Assignment:
Would you write out all of the data exactly as it appears below?

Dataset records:
=== Begin Enclosure ===

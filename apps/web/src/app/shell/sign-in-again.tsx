import { Dialog, DialogBody } from '@blueprintjs/core';
import { useQueryClient } from '@tanstack/react-query';
import { useEffect, useRef, useState } from 'react';
import { onSessionEnded } from '../../lib/http.js';
import { useMe } from '../../lib/me.js';
import { SignInForm } from './sign-in-form.js';
import { t } from './text.js';

/** A session that ends in the middle of a form is taken up again over the form; what was about to be saved is then saved. */
export function SignInAgain() {
  const me = useMe();
  const client = useQueryClient();
  const [open, setOpen] = useState(false);
  const waiting = useRef<((signedIn: boolean) => void) | null>(null);
  useEffect(
    () =>
      onSessionEnded(
        () =>
          new Promise((resolve) => {
            waiting.current = resolve;
            setOpen(true);
          }),
      ),
    [],
  );
  return (
    <Dialog isOpen={open} title={t('againTitle')} isCloseButtonShown={false} canOutsideClickClose={false} canEscapeKeyClose={false}>
      <DialogBody>
        <div className="stack">
          <p>{t('againWords')}</p>
          <SignInForm
            email={me.email}
            onDone={(now) => {
              // somebody else takes over the tablet: nothing of the one before may stay on the screen
              if (now.id !== me.id) return window.location.assign('/');
              setOpen(false);
              waiting.current?.(true);
              void client.invalidateQueries();
            }}
          />
        </div>
      </DialogBody>
    </Dialog>
  );
}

=== End Enclosure ===

Written response:
filename apps/web/src/app/shell/sign-in-again.tsx
import { Dialog, DialogBody } from '@blueprintjs/core';
import { useQueryClient } from '@tanstack/react-query';
import { useEffect, useRef, useState } from 'react';
import { onSessionEnded } from '../../lib/http.js';
import { useMe } from '../../lib/me.js';
import { SignInForm } from './sign-in-form.js';
import { t } from './text.js';

/** A session that ends in the middle of a form is taken up again over the form; what was about to be saved is then saved. */
export function SignInAgain() {
  const me = useMe();
  const client = useQueryClient();
  const [open, setOpen] = useState(false);
  const waiting = useRef<((signedIn: boolean) => void) | null>(null);
  useEffect(
    () =>
      onSessionEnded(
        () =>
          new Promise((resolve) => {
            waiting.current = resolve;
            setOpen(true);
          }),
      ),
    [],
  );
  return (
    <Dialog isOpen={open} title={t('againTitle')} isCloseButtonShown={false} canOutsideClickClose={false} canEscapeKeyClose={false}>
      <DialogBody>
        <div className="stack">
          <p>{t('againWords')}</p>
          <SignInForm
            email={me.email}
            onDone={(now) => {
              // somebody else takes over the tablet: nothing of the one before may stay on the screen
              if (now.id !== me.id) return window.location.assign('/');
              setOpen(false);
              waiting.current?.(true);
              void client.invalidateQueries();
            }}
          />
        </div>
      </DialogBody>
    </Dialog>
  );
}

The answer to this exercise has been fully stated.